> [ASSIGNED TASK] If a line of the records contains the string "closed", copy it out.

[[ PROVIDED ENTRIES, beginning ]]

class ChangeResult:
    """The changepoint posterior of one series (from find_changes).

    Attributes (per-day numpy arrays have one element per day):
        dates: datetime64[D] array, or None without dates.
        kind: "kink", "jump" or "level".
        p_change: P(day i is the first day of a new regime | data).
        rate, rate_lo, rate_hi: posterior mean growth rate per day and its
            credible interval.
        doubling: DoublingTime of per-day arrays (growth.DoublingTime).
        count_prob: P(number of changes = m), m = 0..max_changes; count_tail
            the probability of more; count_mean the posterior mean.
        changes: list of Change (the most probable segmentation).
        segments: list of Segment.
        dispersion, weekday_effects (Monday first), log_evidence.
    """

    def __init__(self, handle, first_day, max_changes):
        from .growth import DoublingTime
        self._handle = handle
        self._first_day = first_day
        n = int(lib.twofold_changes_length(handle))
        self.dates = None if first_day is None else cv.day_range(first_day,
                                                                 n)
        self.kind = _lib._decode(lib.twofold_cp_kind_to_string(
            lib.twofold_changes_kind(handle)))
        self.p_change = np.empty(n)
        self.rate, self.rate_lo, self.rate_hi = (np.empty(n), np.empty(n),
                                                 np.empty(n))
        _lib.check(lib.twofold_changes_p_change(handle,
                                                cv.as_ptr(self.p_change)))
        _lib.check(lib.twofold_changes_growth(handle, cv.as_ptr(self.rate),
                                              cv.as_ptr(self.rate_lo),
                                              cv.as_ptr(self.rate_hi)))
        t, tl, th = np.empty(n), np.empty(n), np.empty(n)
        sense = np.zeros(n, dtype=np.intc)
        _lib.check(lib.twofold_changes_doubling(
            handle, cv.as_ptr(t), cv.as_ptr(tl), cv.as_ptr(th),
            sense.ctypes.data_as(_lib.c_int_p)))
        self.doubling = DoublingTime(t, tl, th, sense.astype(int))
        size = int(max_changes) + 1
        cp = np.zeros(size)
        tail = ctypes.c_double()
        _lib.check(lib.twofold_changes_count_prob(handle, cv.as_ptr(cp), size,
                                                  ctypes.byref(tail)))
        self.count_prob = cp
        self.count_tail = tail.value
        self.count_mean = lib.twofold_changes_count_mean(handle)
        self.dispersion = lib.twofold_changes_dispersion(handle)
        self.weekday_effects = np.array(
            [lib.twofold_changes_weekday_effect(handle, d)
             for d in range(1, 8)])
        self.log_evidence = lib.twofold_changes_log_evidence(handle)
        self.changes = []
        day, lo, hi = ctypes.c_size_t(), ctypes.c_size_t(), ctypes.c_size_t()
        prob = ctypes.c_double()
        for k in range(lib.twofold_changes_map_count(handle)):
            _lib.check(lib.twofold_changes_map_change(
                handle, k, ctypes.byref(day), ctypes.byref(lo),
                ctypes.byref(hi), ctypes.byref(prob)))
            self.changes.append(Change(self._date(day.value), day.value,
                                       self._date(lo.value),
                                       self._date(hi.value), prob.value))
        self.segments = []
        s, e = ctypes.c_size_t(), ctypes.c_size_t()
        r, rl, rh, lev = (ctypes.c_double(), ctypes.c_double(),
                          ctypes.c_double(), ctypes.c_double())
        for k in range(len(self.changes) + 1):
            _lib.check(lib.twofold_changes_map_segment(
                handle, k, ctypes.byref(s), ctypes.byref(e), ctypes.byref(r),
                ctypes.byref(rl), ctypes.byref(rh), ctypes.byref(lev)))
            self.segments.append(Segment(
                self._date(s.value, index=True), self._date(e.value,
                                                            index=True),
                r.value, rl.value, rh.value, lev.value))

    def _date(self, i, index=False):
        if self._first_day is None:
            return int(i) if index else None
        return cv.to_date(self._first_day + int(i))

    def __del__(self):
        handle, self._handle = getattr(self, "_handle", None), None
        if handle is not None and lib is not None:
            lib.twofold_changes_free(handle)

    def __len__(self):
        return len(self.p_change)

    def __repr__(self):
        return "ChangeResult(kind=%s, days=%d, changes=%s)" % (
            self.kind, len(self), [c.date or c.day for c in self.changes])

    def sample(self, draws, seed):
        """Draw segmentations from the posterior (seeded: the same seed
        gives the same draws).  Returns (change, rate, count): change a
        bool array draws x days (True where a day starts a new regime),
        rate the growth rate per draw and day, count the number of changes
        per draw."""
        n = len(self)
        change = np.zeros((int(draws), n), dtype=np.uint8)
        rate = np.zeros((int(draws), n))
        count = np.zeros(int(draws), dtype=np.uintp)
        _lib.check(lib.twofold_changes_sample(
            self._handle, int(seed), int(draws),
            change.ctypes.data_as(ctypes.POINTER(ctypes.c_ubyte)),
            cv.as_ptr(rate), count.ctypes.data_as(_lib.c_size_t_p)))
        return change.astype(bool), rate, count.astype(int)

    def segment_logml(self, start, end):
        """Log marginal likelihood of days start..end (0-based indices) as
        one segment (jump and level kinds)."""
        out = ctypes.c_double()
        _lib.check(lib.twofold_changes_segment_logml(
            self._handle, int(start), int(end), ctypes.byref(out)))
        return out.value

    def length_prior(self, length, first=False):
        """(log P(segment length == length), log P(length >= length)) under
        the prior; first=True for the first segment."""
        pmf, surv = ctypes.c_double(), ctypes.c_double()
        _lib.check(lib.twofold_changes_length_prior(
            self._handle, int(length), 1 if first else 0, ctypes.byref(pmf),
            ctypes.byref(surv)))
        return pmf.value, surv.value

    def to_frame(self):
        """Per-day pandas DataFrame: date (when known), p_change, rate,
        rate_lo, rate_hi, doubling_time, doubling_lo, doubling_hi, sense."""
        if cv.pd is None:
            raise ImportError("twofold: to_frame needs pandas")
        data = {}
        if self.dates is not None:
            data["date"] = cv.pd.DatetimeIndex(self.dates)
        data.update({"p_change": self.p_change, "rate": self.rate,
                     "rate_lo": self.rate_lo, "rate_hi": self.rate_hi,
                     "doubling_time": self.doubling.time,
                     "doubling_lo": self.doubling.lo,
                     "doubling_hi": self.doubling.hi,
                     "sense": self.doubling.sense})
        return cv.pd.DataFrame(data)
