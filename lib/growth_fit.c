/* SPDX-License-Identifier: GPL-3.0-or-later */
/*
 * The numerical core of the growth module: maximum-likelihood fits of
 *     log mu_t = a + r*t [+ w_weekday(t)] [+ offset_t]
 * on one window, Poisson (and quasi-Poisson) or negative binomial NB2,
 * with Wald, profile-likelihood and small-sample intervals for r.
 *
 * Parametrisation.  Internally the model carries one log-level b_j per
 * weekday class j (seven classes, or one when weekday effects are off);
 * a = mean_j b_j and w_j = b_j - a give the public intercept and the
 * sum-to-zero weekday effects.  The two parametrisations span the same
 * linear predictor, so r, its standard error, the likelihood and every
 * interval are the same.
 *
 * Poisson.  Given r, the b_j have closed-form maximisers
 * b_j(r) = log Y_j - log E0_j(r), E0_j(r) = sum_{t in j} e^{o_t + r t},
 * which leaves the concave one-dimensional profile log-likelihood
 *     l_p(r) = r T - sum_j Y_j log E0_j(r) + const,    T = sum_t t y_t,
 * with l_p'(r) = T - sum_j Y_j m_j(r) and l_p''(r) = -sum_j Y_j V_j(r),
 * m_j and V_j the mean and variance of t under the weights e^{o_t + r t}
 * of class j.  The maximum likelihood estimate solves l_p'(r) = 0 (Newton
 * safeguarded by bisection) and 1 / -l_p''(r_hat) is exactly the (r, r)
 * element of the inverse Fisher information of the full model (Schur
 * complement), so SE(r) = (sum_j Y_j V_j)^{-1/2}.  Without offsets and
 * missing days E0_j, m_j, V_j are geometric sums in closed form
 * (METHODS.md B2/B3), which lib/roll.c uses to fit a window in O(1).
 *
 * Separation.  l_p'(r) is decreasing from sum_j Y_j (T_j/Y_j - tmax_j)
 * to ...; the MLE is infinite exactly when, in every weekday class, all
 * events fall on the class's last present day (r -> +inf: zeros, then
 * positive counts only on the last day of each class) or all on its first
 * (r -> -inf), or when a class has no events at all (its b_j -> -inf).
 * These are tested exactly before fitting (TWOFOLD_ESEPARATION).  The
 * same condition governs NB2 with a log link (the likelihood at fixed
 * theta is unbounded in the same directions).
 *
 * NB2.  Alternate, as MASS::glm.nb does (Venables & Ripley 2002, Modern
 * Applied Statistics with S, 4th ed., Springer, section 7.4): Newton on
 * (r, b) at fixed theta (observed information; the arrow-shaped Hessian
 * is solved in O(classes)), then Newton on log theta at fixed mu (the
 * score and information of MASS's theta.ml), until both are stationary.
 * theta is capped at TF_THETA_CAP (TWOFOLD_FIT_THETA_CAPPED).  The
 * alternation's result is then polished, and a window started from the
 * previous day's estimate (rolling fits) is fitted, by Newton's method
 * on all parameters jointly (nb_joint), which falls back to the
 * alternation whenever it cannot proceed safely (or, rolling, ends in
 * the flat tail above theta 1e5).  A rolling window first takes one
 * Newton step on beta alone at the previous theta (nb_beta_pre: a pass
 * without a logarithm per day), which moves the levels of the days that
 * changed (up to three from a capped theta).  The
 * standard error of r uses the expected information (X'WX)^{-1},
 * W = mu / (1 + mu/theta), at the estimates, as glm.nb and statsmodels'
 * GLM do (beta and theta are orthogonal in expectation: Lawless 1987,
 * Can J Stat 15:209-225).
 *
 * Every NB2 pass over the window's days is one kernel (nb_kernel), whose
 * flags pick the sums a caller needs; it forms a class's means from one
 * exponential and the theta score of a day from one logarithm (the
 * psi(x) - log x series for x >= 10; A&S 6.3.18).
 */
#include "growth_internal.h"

[[ PROVIDED ENTRIES, end ]]

> [EXERCISE SOLUTION]
 * Poisson.  Given r, the b_j have closed-form maximisers
 * missing days E0_j, m_j, V_j are geometric sums in closed form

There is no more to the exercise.